[Opening PROVIDED RECORDS section]

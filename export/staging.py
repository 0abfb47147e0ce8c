"""A folder beside the results in which files are made before they are moved into place.

It holds, while a run lasts, a marker that is locked (so that a second run of the same design waits for nobody's
half-written files, and a run that was killed is told from one that is still at work: the system drops the lock with
the process), the files made so far under their final names, and, once they are being moved, a journal of their
hashes. A run killed between two moves leaves files that no figures list yet; the journal tells the next run that they
are ours.
"""

from __future__ import annotations

import contextlib
import errno
import hashlib
import json
import os
import stat
import sys
from collections.abc import Iterable, Iterator, Mapping
from pathlib import Path
from types import TracebackType

if sys.platform != "win32":  # there are no such locks on Windows: two runs at once are then the user's to avoid
    import fcntl

MARKER = "sagwright-staging"
_JOURNAL = "sagwright-journal.json"
_NEW_JOURNAL = "sagwright-journal.new"
_NO_FOLLOW = getattr(os, "O_NOFOLLOW", 0)
_BLOCK = 1 << 20  # bytes read at once: large enough that the hash, not the system call, takes the time

Hashes = dict[str, frozenset[str]]


class CannotSave(Exception):
    """The folder is not as it would have to be; the text says what is in the way and what to do."""


def is_own_name(name: object, stem: str) -> bool:
    """Return whether a text can be the name of a result file of this design: `<stem>-...`, no path."""
    return (
        isinstance(name, str)
        and name.startswith(f"{stem}-")
        and not any(c in name for c in ("/", "\\", "\0"))
        and Path(name).name == name
    )


def hash_of(path: Path) -> str | None:
    """Return the SHA-256 of a regular file; None if there is none (a link is not followed)."""
    try:
        with os.fdopen(os.open(path, os.O_RDONLY | _NO_FOLLOW | getattr(os, "O_BINARY", 0)), "rb") as file:
            if not stat.S_ISREG(os.fstat(file.fileno()).st_mode):
                return None
            digest = hashlib.sha256()
            while block := file.read(_BLOCK):
                digest.update(block)
    except OSError:
        return None
    return digest.hexdigest()


class Staging:
    """The staging folder of one design, locked from `with` to its end.

    Attributes
    ----------
    folder : Path
        Where it is, `.<stem>.staging` beside the folder of results.
    journal : dict of str to frozenset of str
        Hashes of files that an earlier run was moving when it was stopped, by name.
    """

    def __init__(self, into: Path, stem: str) -> None:
        self.folder = into / f".{stem}.staging"
        self.stem = stem
        self.journal: Hashes = {}
        self._lock = -1

    def __enter__(self) -> Staging:
        self.folder.parent.mkdir(parents=True, exist_ok=True)
        while not self._locked():
            pass
        self.journal = self._read_journal()
        self._empty()
        return self

    def __exit__(self, kind: type[BaseException] | None, _error: object, _trace: TracebackType | None) -> None:
        """Leave nothing behind, but after a failure the journal, if there is one."""
        with contextlib.suppress(OSError):
            self._empty()
            if kind is None:
                (self.folder / _JOURNAL).unlink(missing_ok=True)
            if not (self.folder / _JOURNAL).exists():
                (self.folder / MARKER).unlink(missing_ok=True)
                self.folder.rmdir()
        os.close(self._lock)

    def path(self, name: str) -> Path:
        """Return where a file of this name is staged."""
        return self.folder / name

    def write(self, name: str, chunks: Iterable[bytes]) -> str:
        """Write a file chunk by chunk and return its SHA-256, worked out on the way."""
        digest = hashlib.sha256()
        try:
            with self.path(name).open("xb") as file:
                for chunk in chunks:
                    file.write(chunk)
                    digest.update(chunk)
        except OSError as error:
            error.filename = error.filename or str(self.path(name))  # a full disk does not say where
            raise
        return digest.hexdigest()

    def record(self, hashes: Mapping[str, Iterable[str]]) -> None:
        """Write the journal: it is complete on disk before the first file is moved."""
        new = self.folder / _NEW_JOURNAL
        text = json.dumps({name: sorted(found) for name, found in sorted(hashes.items())}, indent=1)
        with new.open("w", encoding="utf-8") as file:
            file.write(text)
            file.flush()
            os.fsync(file.fileno())
        new.replace(self.folder / _JOURNAL)

    def _locked(self) -> bool:
        """Make, recognise and lock the folder; False if another run removed it meanwhile."""
        with contextlib.suppress(FileExistsError):
            self.folder.mkdir()
        self._recognise()
        marker = self.folder / MARKER
        try:
            self._lock = os.open(marker, os.O_RDWR | os.O_CREAT | _NO_FOLLOW, 0o666)
        except FileNotFoundError:
            return False
        if not self._take_lock():
            os.close(self._lock)
            raise CannotSave(f"{self.folder.parent / self.stem}: another run is writing it; wait for its end")
        with contextlib.suppress(FileNotFoundError):
            if os.path.samestat(os.stat(marker), os.fstat(self._lock)):
                return True
        os.close(self._lock)
        return False

    def _recognise(self) -> None:
        try:
            mode = self.folder.lstat().st_mode
            ours = stat.S_ISDIR(mode) and ((names := os.listdir(self.folder)) == [] or MARKER in names)
        except FileNotFoundError:
            return
        if not ours:
            raise CannotSave(f"{self.folder}: is in the way and was not made by sagwright; move it away")

    def _take_lock(self) -> bool:
        if sys.platform != "win32":
            try:
                fcntl.flock(self._lock, fcntl.LOCK_EX | fcntl.LOCK_NB)
            except OSError as error:
                # Some network file systems know no locks: then as where there are none.
                return error.errno not in (errno.EWOULDBLOCK, errno.EACCES)
        return True

    def _read_journal(self) -> Hashes:
        try:
            raw = json.loads((self.folder / _JOURNAL).read_text(encoding="utf-8"))
            return {n: frozenset(map(str, found)) for n, found in raw.items() if is_own_name(n, self.stem)}
        except (OSError, ValueError, AttributeError, TypeError):
            return {}

    def _empty(self) -> None:
        """Remove staged files; anything that is not ours stays, and the folder with it."""
        for path in self._staged():
            path.unlink(missing_ok=True)

    def _staged(self) -> Iterator[Path]:
        for path in sorted(self.folder.iterdir()):
            if path.name == _NEW_JOURNAL or is_own_name(path.name, self.stem):
                yield path
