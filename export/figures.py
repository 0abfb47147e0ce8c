"""The figures file: every figure of a design as one JSON document, SI throughout.

Its keys are fixed by the dataclasses of `geom.result` and of each kind's figures; this module only lays them in order.
"""

from __future__ import annotations

import json
from collections.abc import Iterable, Iterator, Mapping, Sequence

from export import __version__
from export.walk import Plain, plain, record
from geom.result import Case, Piece, Result

Figures = dict[str, Plain]


def document(result: Result, made_from: str, files: Sequence[Figures]) -> Figures:
    """Return the figures of a result.

    Parameters
    ----------
    result : Result
        The solved design.
    made_from : str
        Hash of the design file, by which a later run knows whether files it does not make again still belong to it.
    files : sequence of dict
        `name`, `sha256` and `checked` of each other file.
    """
    return {
        "title": result.title,
        "version": __version__,
        "design_sha256": made_from,
        "unit": result.unit,
        "origin_m": plain(result.setting.site.origin),
        "pieces": [piece(entry) for entry in result.pieces],
        "cuts": plain(result.cuts),
        "stock_plan": plain(result.stock_plan),
        "supports": plain(result.supports),
        "cautions": plain(result.cautions),
        "files": list(files),
    }


def belongs(found: Mapping[str, object], made_from: str) -> bool:
    """Return whether figures found on disk are of this very design, made by this version of the program."""
    return found.get("version") == __version__ and found.get("design_sha256") == made_from


def piece(entry: Piece) -> Figures:
    """Return the figures of a piece, with those of its parts under their name (`bays`, `strands`)."""
    found: Figures = {
        "mark": entry.mark,
        "kind": entry.kind,
        "what": entry.what,
        "copies": entry.copies,
        "mass_kg": plain(entry.mass),
        "intended": plain(entry.intended),
        "difference": plain(entry.difference),
        "used": plain(entry.used),
        "cautions": plain(entry.cautions),
        "cases": None if entry.cases is None else [_case(case) for case in entry.cases],
    }
    if entry.figures is not None:
        found |= record(entry.figures)
    if entry.parts_name:
        found[entry.parts_name] = [piece(part) for part in entry.parts]
    return found


def _case(case: Case) -> Figures:
    """Return one case; what only this case has stands beside what all have."""
    found = record(case, leave_out=frozenset({"added"}))
    return found if case.added is None else found | record(case.added)


def lines(value: Plain, indent: str = "") -> Iterator[str]:
    """Yield a document as JSON text, to be read by people too: an object without objects in it takes one line.

    Raises
    ------
    ValueError
        If a number in it is not finite: that is no JSON.
    """
    if isinstance(value, dict) and _opens(value.values()):
        members = [(f"{_text(key)}: ", entry) for key, entry in value.items()]
        yield from _opened("{}", members, indent)
    elif isinstance(value, list) and _opens(value):
        yield from _opened("[]", [("", entry) for entry in value], indent)
    else:
        yield _text(value)


def _opens(entries: Iterable[Plain]) -> bool:
    """Objects and lists of objects are laid out; a list of points is one line, however long."""
    return any(isinstance(entry, dict) or (isinstance(entry, list) and _opens(entry[:1])) for entry in entries)


def _opened(brackets: str, members: Sequence[tuple[str, Plain]], indent: str) -> Iterator[str]:
    inner = indent + "  "
    yield brackets[0]
    for number, (key, entry) in enumerate(members):
        yield f"{',' if number else ''}\n{inner}{key}"
        yield from lines(entry, inner)
    yield f"\n{indent}{brackets[1]}"


def _text(value: Plain) -> str:
    return json.dumps(value, ensure_ascii=False, allow_nan=False)


def chunks(found: Figures) -> Iterator[bytes]:
    """Yield the bytes of a figures file."""
    buffer: list[str] = []
    for text in lines(found):
        buffer.append(text)
        if len(buffer) >= 4096:
            yield "".join(buffer).encode()
            buffer.clear()
    yield ("".join(buffer) + "\n").encode()
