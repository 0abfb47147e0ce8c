"""What stands in a design's folder of results already, and whose it is.

Ours is what the figures there list, the figures themselves, and what a run that was stopped had moved (known by its
hash). Everything else is somebody else's and is never touched.
"""

from __future__ import annotations

import json
import os
from collections.abc import Iterable, Mapping
from dataclasses import dataclass, field
from functools import cached_property
from pathlib import Path
from typing import Any

from export.staging import CannotSave, Hashes, hash_of, is_own_name

FIGURES = "figures.json"


@dataclass(frozen=True)
class Folder:
    """A folder of results as it was found.

    Attributes
    ----------
    path : Path
        Where it is; it may not exist yet.
    stem : str
        The design's name, with which every file in it begins.
    figures : dict
        The figures found there, empty if there are none of ours.
    moved : dict of str to frozenset of str
        Files that a stopped run had moved there already, with the hashes they may have.
    """

    path: Path
    stem: str
    figures: Mapping[str, Any] = field(default_factory=dict)
    moved: Hashes = field(default_factory=dict)

    @property
    def figures_name(self) -> str:
        """Name of the figures file."""
        return f"{self.stem}-{FIGURES}"

    @cached_property
    def entries(self) -> dict[str, dict[str, Any]]:
        """What the figures say of each other file, by name."""
        return {entry["name"]: entry for entry in self.figures.get("files", ())}

    def owns(self, name: str) -> bool:
        """Return whether a file here is known to be ours."""
        return name in self.entries or name in self.moved or (name == self.figures_name and bool(self.figures))

    def own_names(self) -> frozenset[str]:
        """Return the names of all files here, but the figures, that are known to be ours."""
        return frozenset(self.entries) | (frozenset(self.moved) - {self.figures_name})

    def agrees(self, name: str) -> bool:
        """Return whether a listed file is what the figures say."""
        return hash_of(self.path / name) == self.entries[name].get("sha256")

    def disagreement(self) -> str:
        """Return what is not as the figures say, in words; empty if all is."""
        if not self.figures:
            return f"{_some(sorted(self.moved))} without figures" if self.moved else ""
        wrong = sorted(name for name in self.entries if not self.agrees(name))
        missing = [name for name in wrong if not os.path.lexists(self.path / name)]
        other = [name for name in wrong if name not in missing]
        said = [f"{_some(names)} {what}" for names, what in ((other, "differs"), (missing, "is missing")) if names]
        return ", ".join(said)

    def refuse_foreign(self, names: Iterable[str]) -> None:
        """Make sure that files of these names may be written.

        Raises
        ------
        CannotSave
            If one of them is there and not known to be ours, or is no file.
        """
        there = sorted(name for name in names if os.path.lexists(self.path / name))
        foreign = [n for n in there if not self.owns(n) or (self.path / n).is_dir()]
        if foreign:
            raise CannotSave(
                f"{self.path}: {_some(foreign)} is there and was not written by sagwright; "
                "move it away, or export into another folder"
            )


def look(path: Path, stem: str, journal: Hashes) -> Folder:
    """Return what stands in a folder of results.

    Raises
    ------
    CannotSave
        If the folder is a link or no folder: what it leads to is not ours to write in.
    """
    if path.is_symlink() or (path.exists() and not path.is_dir()):
        raise CannotSave(f"{path}: is a link or no folder; move it away, or export into another folder")
    moved = {name: hashes for name, hashes in journal.items() if hash_of(path / name) in hashes}
    return Folder(path, stem, _figures(path / f"{stem}-{FIGURES}", stem), moved)


def _figures(path: Path, stem: str) -> dict[str, Any]:
    """Return figures that a run of ours wrote, or nothing if there are none or they are not ours."""
    try:
        found: Any = json.loads(path.read_bytes()) if not path.is_symlink() else None
        ours = isinstance(found["version"], str) and all(
            is_own_name(entry["name"], stem) and isinstance(entry["sha256"], str) for entry in found["files"]
        )
    except (OSError, ValueError, TypeError, KeyError, RecursionError):
        return {}
    return dict(found) if ours else {}


def _some(names: list[str]) -> str:
    """Return the first names of a list, and how many more there are."""
    more = f" and {len(names) - 2} more" if len(names) > 2 else ""
    return ", ".join(names[:2]) + more
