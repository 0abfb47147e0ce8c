"""The least reels for a list of pieces, in whole numbers: alike pieces put together, solved, and handed out again."""

import math
from collections import Counter, deque
from collections.abc import Iterator, Sequence
from dataclasses import dataclass

from geom.shop.columns import Columns
from geom.shop.diving import best_of, dive
from geom.shop.filling import (
    Job,
    Reel,
    complete,
    cost_of,
    count_bound,
    first_fit_decreasing,
    length_bound,
)
from geom.shop.fullest import fullest_reels

__all__ = ["Cutting", "Sold", "Solved", "least_reels"]

# Jobs of so few pieces are looked through whole, in so many steps (0.2 s at the most).
_FEW = 30
_STEPS = 100_000
_SHIFTS = 300_000
# Work of column generation, in cells of its knapsack tables or their like: about 5 s on one core. A job of more
# different lengths than this would not come far with it, and first-fit decreasing is near its bound there.
_WORK = 10_000_000_000
_KINDS = 600


@dataclass(frozen=True)
class Sold:
    """A length that a stock is sold in: what it holds, and what it counts in the sum to be least."""

    holds: int
    price: int


@dataclass(frozen=True)
class Cutting:
    """`times` reels of one sold length that are cut alike; `left` is what stays of each."""

    sold: Sold
    times: int
    cuts: tuple[tuple[int, int], ...]  # (place in the list of pieces, how many)
    left: int
    flush: bool  # the last piece ends where the reel does, and needs no cut

    @property
    def cut_count(self) -> int:
        """How many cuts each reel takes."""
        return sum(number for _, number in self.cuts) - self.flush


@dataclass(frozen=True)
class Solved:
    """The cuttings, and the bounds proven on the number of reels and on their price."""

    cuttings: tuple[Cutting, ...]
    least_count: int = 0
    least_price: int = 0


def least_reels(pieces: Sequence[int], counts: Sequence[int], sold: Sequence[Sold], lost: int) -> Solved:
    """Return the cheapest reels found for the pieces; each piece fits on the longest.

    Parameters
    ----------
    pieces, counts : sequence of int, shape (n,)
        Length and number of each, both above zero.
    sold : sequence of Sold
        The lengths to be had; of a longer one the price is not lower.
    lost : int
        What a cut takes.
    """
    waiting: dict[int, deque[list[int]]] = {}
    for place, (piece, count) in enumerate(zip(pieces, counts, strict=True)):
        waiting.setdefault(piece + lost, deque()).append([place, count])
    sizes = sorted(waiting)
    offered = _offered(sold, sizes[0] - lost)
    measure = math.gcd(*sizes)
    price = math.gcd(*(each.price for each in offered))
    reels, least_count, least_cost = _solve(
        Job(
            sizes=tuple(size // measure for size in sizes),
            demand=tuple(sum(count for _, count in waiting[size]) for size in sizes),
            capacities=tuple((each.holds + lost) // measure for each in offered),
            costs=tuple(each.price // price for each in offered),
        )
    )
    cuttings = _hand_out(reels, [waiting[size] for size in sizes], offered, sizes, lost)
    return Solved(tuple(cuttings), least_count, least_cost * price)


def _offered(sold: Sequence[Sold], shortest: int) -> list[Sold]:
    """Return the sold lengths that are of use, rising; of those that hold as much the cheapest."""
    cheapest = {each.holds: each for each in sorted(sold, key=lambda each: -each.price)}
    return [cheapest[holds] for holds in sorted(cheapest) if holds >= shortest]


def _solve(job: Job) -> tuple[list[Reel], int, int]:
    """Return the best reels found, and the least number and the least cost of reels that are proven."""
    longest = job.sizes[-1]
    usable = [stock for stock, room in enumerate(job.capacities) if room >= longest]
    best = best_of(job, *(first_fit_decreasing(job, stock=stock) for stock in usable))
    count = count_bound(job)
    cost = max(length_bound(job), count * job.costs[0])
    if cost < cost_of(job, best) and (full := fullest_reels(job, _SHIFTS)):
        best = best_of(job, best, full)
    if cost < cost_of(job, best) and sum(job.demand) <= _FEW:
        found, everything = complete(job, under=cost_of(job, best), work=_STEPS)
        best = best if found is None else found
        cost = cost_of(job, best) if everything else cost
    if cost < cost_of(job, best) and len(job.sizes) <= _KINDS:
        columns = Columns(job, _WORK, least_cost=cost, least_count=count)
        columns.add(best)
        best = dive(columns, best)
        cost, count = columns.least_cost, columns.least_count
    if len(job.costs) == 1:
        count = max(count, -(-cost // job.costs[0]))
    return best, count, cost


def _hand_out(
    reels: list[Reel], waiting: list[deque[list[int]]], offered: list[Sold], sizes: Sequence[int], lost: int
) -> Iterator[Cutting]:
    """Yield the reels in terms of the pieces as listed: `waiting[kind]` holds [place, how many] in turn."""
    same: Counter[tuple[int, tuple[tuple[int, int], ...]]] = Counter()
    for reel in reels:
        same[reel.stock, reel.cuts[::-1]] += reel.times
    for (stock, filling), count in sorted(same.items(), reverse=True):
        sold, times = offered[stock], count
        spare = sold.holds + lost - sum(sizes[kind] * number for kind, number in filling)
        while times:
            cuts = [cut for kind, number in filling for cut in _next(waiting[kind], number)]
            # so many reels in a row can be cut alike before one of the places runs out
            alike = min([times, *(place[1] // number for place, number in cuts)])
            for place, number in cuts:
                place[1] -= number * alike
            times -= alike
            named = tuple((place[0], number) for place, number in cuts)
            yield Cutting(sold, alike, named, left=max(0, spare - lost), flush=spare == 0)
            for kind, _ in filling:
                while waiting[kind] and not waiting[kind][0][1]:
                    waiting[kind].popleft()


def _next(queue: deque[list[int]], number: int) -> Iterator[tuple[list[int], int]]:
    """Yield the places that the next `number` pieces of one length go to, and how many to each."""
    for place in queue:
        taken = min(number, place[1])
        yield place, taken
        number -= taken
        if not number:
            return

[Closing PROVIDED RECORDS section]

# [TASK BRIEF]
When you reach the line containing "pieces, counts : sequence" in the data above, start copying exactly, and stop after the line containing "if cost < cost_of(job, best) and sum(job.demand)".

# [RESPONSE BELOW]
    pieces, counts : sequence of int, shape (n,)
        Length and number of each, both above zero.
    sold : sequence of Sold
        The lengths to be had; of a longer one the price is not lower.
    lost : int
        What a cut takes.
    """
    waiting: dict[int, deque[list[int]]] = {}
    for place, (piece, count) in enumerate(zip(pieces, counts, strict=True)):
        waiting.setdefault(piece + lost, deque()).append([place, count])
    sizes = sorted(waiting)
    offered = _offered(sold, sizes[0] - lost)
    measure = math.gcd(*sizes)
    price = math.gcd(*(each.price for each in offered))
    reels, least_count, least_cost = _solve(
        Job(
            sizes=tuple(size // measure for size in sizes),
            demand=tuple(sum(count for _, count in waiting[size]) for size in sizes),
            capacities=tuple((each.holds + lost) // measure for each in offered),
            costs=tuple(each.price // price for each in offered),
        )
    )
    cuttings = _hand_out(reels, [waiting[size] for size in sizes], offered, sizes, lost)
    return Solved(tuple(cuttings), least_count, least_cost * price)


def _offered(sold: Sequence[Sold], shortest: int) -> list[Sold]:
    """Return the sold lengths that are of use, rising; of those that hold as much the cheapest."""
    cheapest = {each.holds: each for each in sorted(sold, key=lambda each: -each.price)}
    return [cheapest[holds] for holds in sorted(cheapest) if holds >= shortest]


def _solve(job: Job) -> tuple[list[Reel], int, int]:
    """Return the best reels found, and the least number and the least cost of reels that are proven."""
    longest = job.sizes[-1]
    usable = [stock for stock, room in enumerate(job.capacities) if room >= longest]
    best = best_of(job, *(first_fit_decreasing(job, stock=stock) for stock in usable))
    count = count_bound(job)
    cost = max(length_bound(job), count * job.costs[0])
    if cost < cost_of(job, best) and (full := fullest_reels(job, _SHIFTS)):
        best = best_of(job, best, full)
    if cost < cost_of(job, best) and sum(job.demand) <= _FEW:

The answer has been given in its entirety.